The work performed include:
WP1: An analysis of the microfluidics industry has been carried out, to validate the competitive positioning of the Piloc technology with respect to the available alternatives.
The result has shown that the uniqueness of the original value proposition of the Piloc technology (i.e. seamless integration of actuators and valves into low-cost polymeric microfluidic channels) does not hold, particularly because there are other competing technologies with similar performance that already satisfy the customers’ needs of cheap and compact systems.
That’s why the analysis has been focused on the identification of another field of application where the Piloc technology could have a substantial market impact.
In this sense, we have identified the application of Piloc in high-frequency microfluidic channels for cells separation as the most promising scenario, at the same time validating the opportunity with a potential early customer (the company Acousort).
Following the identification of the potential value delivered by the Piloc technology in acoustophoresis cell separation approaches, which span blood-plasma, pathogen-plasma and exosomes-plasma separation, we have analysed the market potential and we have prepared a 5 years business plan to guide the further development of the technology.
Besides, given the context in which the activities have been carried out, a periodic Risk Management activity has been implemented, particularly to ensure the proper execution of the business and technical activities.

WP2: In terms of technology development, the activities of WP2 the core technology proposed in this proposal is successfully demonstrated.
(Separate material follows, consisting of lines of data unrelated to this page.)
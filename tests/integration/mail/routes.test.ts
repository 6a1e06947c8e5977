import fs from "node:fs";
import os from "node:os";
import path from "node:path";
import { eq, gte, sql } from "drizzle-orm";
import { afterAll, beforeAll, beforeEach, describe, expect, it } from "vitest";
import { getDb } from "@/db/client";
import { outbox, subscriptions } from "@/db/schema";
import { env } from "@/lib/env";
import { notifyTechniqueEvent } from "@/lib/mail/events";
import { startFakeSmtp, type FakeSmtp } from "@/scripts/fake-smtp/server";
import { enqueueMail } from "@/lib/mail/outbox";
import type { InboxMessage, OutboxItemResponse, OutboxListResponse } from "@/lib/mail/schemas";
import { flushUntilIdle } from "@/lib/mail/sender";
import { GET as listOutboxRoute } from "@/app/api/admin/outbox/route";
import { GET as outboxItemRoute } from "@/app/api/admin/outbox/[id]/route";
import { POST as retryRoute } from "@/app/api/admin/outbox/[id]/retry/route";
import { GET as inboxRoute } from "@/app/api/admin/inbox/route";
import { GET as inboxRawRoute } from "@/app/api/admin/inbox/[id]/route";
import { GET as unsubscribeGet, POST as unsubscribePost } from "@/app/api/unsubscribe/route";
import { apiRequest, createPerson, params, type TestPerson } from "@/tests/factories";
import { follow, makeTechnique } from "./factories";

const BASE = "https://plateroom.kestrel.test";
const none = params({});
let saved: { base?: string; data: string };
let dataDir: string;
let smtp: FakeSmtp;
let admin: TestPerson;
let artist: TestPerson;
let lead: TestPerson;

beforeAll(async () => {
  saved = { base: env.PLATEROOM_BASE_URL, data: env.PLATEROOM_DATA_DIR };
  dataDir = fs.mkdtempSync(path.join(os.tmpdir(), "plateroom-mail-routes-"));
  env.PLATEROOM_BASE_URL = BASE;
  // The inbox route reads PLATEROOM_DATA_DIR/mail-inbox, where this server stores what it gets.
  env.PLATEROOM_DATA_DIR = dataDir;
  smtp = await startFakeSmtp({ storeDir: path.join(dataDir, "mail-inbox"), quiet: true });
  admin = await createPerson("admin");
  artist = await createPerson("artist");
  lead = await createPerson("lead");
});

afterAll(async () => {
  env.PLATEROOM_BASE_URL = saved.base;
  env.PLATEROOM_DATA_DIR = saved.data;
  await smtp.stop();
  fs.rmSync(dataDir, { recursive: true, force: true });
});

beforeEach(async () => {
  await getDb().delete(outbox).where(gte(outbox.id, 0));
  await getDb().delete(subscriptions).where(sql`true`);
});

/** The error shape of shared/API.md: `{ error: { code, message } }`. */
async function expectError(res: Response, status: number, code: string): Promise<void> {
  expect(res.status).toBe(status);
  expect(res.headers.get("content-type")).toContain("application/json");
  const body = (await res.json()) as { error: { code: string; message: string } };
  expect(body.error.code).toBe(code);
  expect(typeof body.error.message).toBe("string");
  expect(body.error.message.length).toBeGreaterThan(0);
}

async function queue(subject: string, to = artist): Promise<number> {
  await getDb().transaction((tx) => enqueueMail(tx, { to, kind: "test", subject, html: `<p>${subject}</p>`, text: subject }));
  const [row] = await getDb().select({ id: outbox.id }).from(outbox).where(eq(outbox.subject, subject));
  return row!.id;
}

/** An approval that mails the artist (who follows the technique); returns the List-Unsubscribe URL of that message. */
async function approvalMailToArtist(): Promise<{ url: URL; techniqueSlug: string }> {
  const technique = await makeTechnique({ title: "Marker removal on a green cloth" });
  await follow(artist.id, "technique", technique.slug);
  await getDb().transaction((tx) =>
    notifyTechniqueEvent(tx, {
      kind: "revision-approved",
      actorId: lead.id,
      technique: { slug: technique.slug, title: technique.title, tagSlugs: [] },
      revisionNumber: 2,
      previousApprovedNumber: 1,
      changeNote: "Erode the matte by 2 px before the patch.",
    }),
  );
  const [row] = await getDb().select().from(outbox).where(eq(outbox.toEmail, artist.email));
  // RFC 2369 §3.2 (from memory): the header value is the URL in angle brackets.
  const link = /^<([^>]+)>$/.exec(row!.headers["List-Unsubscribe"] ?? "")?.[1];
  expect(link).toBeDefined();
  return { url: new URL(link!), techniqueSlug: technique.slug };
}

async function following(slug: string): Promise<boolean> {
  const rows = await getDb().select().from(subscriptions).where(eq(subscriptions.userId, artist.id));
  return rows.some((r) => r.kind === "technique" && r.key === slug);
}

/** The one-click POST as a mail receiver sends it: RFC 8058 §3.2 (from memory) — form-encoded "List-Unsubscribe=One-Click", no cookies or credentials. */
function oneClick(pathAndQuery: string, headers: Record<string, string> = {}): Request {
  return new Request(`http://localhost${pathAndQuery}`, {
    method: "POST",
    headers: { "Content-Type": "application/x-www-form-urlencoded", ...headers },
    body: "List-Unsubscribe=One-Click",
  });
}

describe("GET /api/admin/outbox", () => {
  it("is refused to the signed-out (401) and to non-admins (403), in the API error shape", async () => {
    await expectError(await listOutboxRoute(apiRequest("GET", "/api/admin/outbox", null), none), 401, "unauthorized");
    await expectError(await listOutboxRoute(apiRequest("GET", "/api/admin/outbox", artist), none), 403, "forbidden");
    await expectError(await listOutboxRoute(apiRequest("GET", "/api/admin/outbox", lead), none), 403, "forbidden");
  });

  it("gives admins { items, total, counts }, newest first, filtered by state and paged", async () => {
    const first = await queue("First message");
    const second = await queue("Second message");
    const third = await queue("Third message");
    await getDb().update(outbox).set({ state: "failed", lastError: "550 refused", attempts: 3 }).where(eq(outbox.id, first));

    const res = await listOutboxRoute(apiRequest("GET", "/api/admin/outbox", admin), none);
    expect(res.status).toBe(200);
    expect(res.headers.get("cache-control")).toContain("no-store");
    const body = (await res.json()) as OutboxListResponse;
    expect(Object.keys(body).sort()).toEqual(["counts", "items", "total"]);
    expect(body.total).toBe(3);
    expect(body.counts).toEqual({ queued: 2, sending: 0, sent: 0, failed: 1 });
    expect(body.items.map((i) => i.id)).toEqual([third, second, first]);
    const failed = body.items.find((i) => i.id === first)!;
    expect(failed).toMatchObject({ to: artist.email, subject: "First message", state: "failed", attempts: 3, lastError: "550 refused", sentAt: null });
    // Times are ISO 8601 UTC (shared/API.md).
    expect(failed.createdAt).toMatch(/^\d{4}-\d{2}-\d{2}T\d{2}:\d{2}:\d{2}\.\d{3}Z$/);

    const onlyFailed = (await (await listOutboxRoute(apiRequest("GET", "/api/admin/outbox?state=failed", admin), none)).json()) as OutboxListResponse;
    expect(onlyFailed.items.map((i) => i.id)).toEqual([first]);
    expect(onlyFailed.total).toBe(1);
    // Counts stay those of the whole outbox, so the tabs can show every state at once.
    expect(onlyFailed.counts.queued).toBe(2);

    const paged = (await (await listOutboxRoute(apiRequest("GET", "/api/admin/outbox?limit=1&offset=1", admin), none)).json()) as OutboxListResponse;
    expect(paged.items.map((i) => i.id)).toEqual([second]);
    expect(paged.total).toBe(3);

    await expectError(await listOutboxRoute(apiRequest("GET", "/api/admin/outbox?state=lost", admin), none), 400, "validation_failed");
    await expectError(await listOutboxRoute(apiRequest("GET", "/api/admin/outbox?limit=0", admin), none), 400, "validation_failed");
  });
});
These results prove the validity of the proposed technology and can use as a ground to keep this technology a candidate for further studies. However, in order to take such a technology to the market and compete with existing technologies to fabricate microfluidic chips two major challenges must be addressed.
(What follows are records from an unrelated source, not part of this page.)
describe("account mail", () => {
  it("an invitation arrives with its set-password link and no unsubscribe headers", async () => {
    const admin = await makeUser({ role: "admin", name: "Ada Admin" });
    const invited = await invitePerson(admin, { email: "new.painter@kestrel.test", name: "Niko Painter", role: "artist" });
    const [message] = await deliver(1);
    expect(message!.envelope.to).toEqual(["new.painter@kestrel.test"]);
    expect(message!.subject).toBe("You are invited to Plateroom");
    expect(message!.text).toContain(invited.setPasswordUrl);
    expect(message!.html).toContain(invited.setPasswordUrl.replace(/&/g, "&amp;"));
    expect(message!.text).toContain("Ada Admin");
    // RFC 8058 applies to list mail; account mail is not one and carries no List-Unsubscribe.
    expect(message!.headers["list-unsubscribe"]).toBeUndefined();
    expect(message!.headers["list-unsubscribe-post"]).toBeUndefined();
  });

  it("a password reset goes only to existing, enabled people", async () => {
    const person = await makeUser();
    const later: Promise<void>[] = [];
    await requestPasswordReset(person.email, "192.0.2.10", (work) => later.push(work()));
    await requestPasswordReset("nobody@kestrel.test", "192.0.2.10", (work) => later.push(work()));
    await Promise.all(later);
    const [message] = await deliver(1);
    expect(message!.envelope.to).toEqual([person.email]);
    expect(message!.text).toMatch(new RegExp(`${BASE}/set-password\\?token=\\S+`));
  });

  it("personal notices follow the person's mail mode", async () => {
    const answerer = await makeUser({ role: "lead" });
    const asker = await makeUser();
    const dailyAsker = await makeUser({ mailMode: "daily" });
    await getDb().transaction(async (tx) => {
      for (const p of [asker, dailyAsker]) {
        await notifyPerson(tx, { kind: "question-answered", actorId: answerer.id, toUserId: p.id, title: "Grain match", link: `${BASE}/techniques/grain#q`, summary: "Sample the grain from a flat area." });
      }
    });
    const [message] = await deliver(1);
    expect(message!.envelope.to).toEqual([asker.email]);
    expect(message!.text).toContain("Sample the grain from a flat area.");
    expect(await getDb().select().from(digestItems).where(eq(digestItems.userId, dailyAsker.id))).toHaveLength(1);
    const [u] = await getDb().select().from(users).where(eq(users.id, dailyAsker.id));
    expect(u!.mailMode).toBe("daily");
  });
});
• Incompatibility with state-of-the-art micro fabrication process. Polymers are mainly considered a contaminant for many tools used in microfabrication.
• Choice of the polymer, current market of microfluidic chips is dominated by glass chips. Finding a polymer that can perform like a glass chip in terms of rigidity and reliability is proved that is not a trivial task.
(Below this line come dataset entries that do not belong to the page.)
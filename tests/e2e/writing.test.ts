import type { Page } from "playwright-core";
import sharp from "sharp";
import { describe, expect, it } from "vitest";
import { hasChromium, isShown, screenshot, signIn } from "@/tests/e2e/harness";
import { useAppAndBrowser } from "@/tests/e2e/running-app";

/*
 * Issue 13 in Chromium: writing and reviewing without losing work. The editor's dialogs keep the
 * technique form (their own form never submits the outer one).
 */

const SENIOR = "senior@kestrel.test";
const ARTIST = "artist@kestrel.test";
const LEAD = "lead@kestrel.test";
const ADMIN = "admin@kestrel.test";
const SLUG = "marker-channel-cleanup";

/** The editable body of the technique form, once Tiptap has mounted. */
async function editorBody(page: Page) {
  const toolbar = page.getByRole("toolbar", { name: "Formatting" });
  await toolbar.waitFor();
  return { toolbar, body: page.getByRole("textbox", { name: "Write-up" }) };
}

/** Marks the loaded document; a reload or a full navigation loses the mark. */
async function markDocument(page: Page): Promise<void> {
  await page.evaluate(() => ((window as unknown as { plateroomKept: boolean }).plateroomKept = true));
}
async function documentKept(page: Page): Promise<boolean> {
  return page.evaluate(() => (window as unknown as { plateroomKept?: boolean }).plateroomKept === true);
}

/** A small PNG a person might drop: a grey ramp. */
async function samplePng(): Promise<Buffer> {
  const w = 32;
  const h = 24;
  const px = Buffer.alloc(w * h * 3);
  for (let i = 0; i < w * h; i++) px.fill(((i % w) * 8) & 255, i * 3, i * 3 + 3);
  return sharp(px, { raw: { width: w, height: h, channels: 3 } }).png().toBuffer();
}

/** Types a word at the end of the body and selects it with the keyboard. */
async function typeAndSelect(page: Page, word: string): Promise<void> {
  const { body } = await editorBody(page);
  await body.click();
  await page.keyboard.press("Control+End");
  await page.keyboard.press("Enter");
  await page.keyboard.type(`Read the ${word}`);
  for (let i = 0; i < word.length; i++) await page.keyboard.press("Shift+ArrowLeft");
}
After analyzing several candidate, SU8, was the polymer selected in this proposal for prove of the technology.

Microfluidics is a huge and expanding market, growing at one of the fastest rates in the biotech domain. Indeed, it is expected to move from the current around 15B€ to more than 40B€ by 2025, marking a 22.9% Compound Annual Growth Rate.
Precision medicine, advanced diagnostics (for instance, the fastest COVID-19 tests are based on microfluidic devices), point of care testing and utmost portability are the propelling factors of this market. Besides, there are several applications that are predicted to further boost the popularity of LOC, such as microfluidics-based 3D cell culture systems, organ-on-a-chip and novel drug delivery technologies.
The main bottleneck for a more widespread adoption of LOC in research and clinical practice is price constraint, which turns into the question for manufacturers of how to reduce the cost of goods sold (COGS) in view of large scale manufacturing volumes.
That’s why, decades after its inception, the microfluidics market has not reached tipping point.
With the PiLOC technology we foresee a possible reduction of the manufacturing cost down to few €cent per chip against current 2€-5€ for low-end disposable devices, and in the range of 5€-10€/chip for high-end systems which will replace best in class 500 €/chip silicon LOC. This result will be driven by:
• Replacement of Si-glass with low cost polymers, and integration of active components directly onto the microfluidic channels, avoiding the use of discrete valves, pumps, injectors and actuators.
• Manufacturing process replicating that of MEMS devices, leading to a reduction in the number of assembly steps, resulting in higher overall yields and a reduction in engineering costs (NRE). It also reduces the complexity of the manufacturing equipment, which lowers the investment cost (CAPEX) and reduces the effort to set-up processes.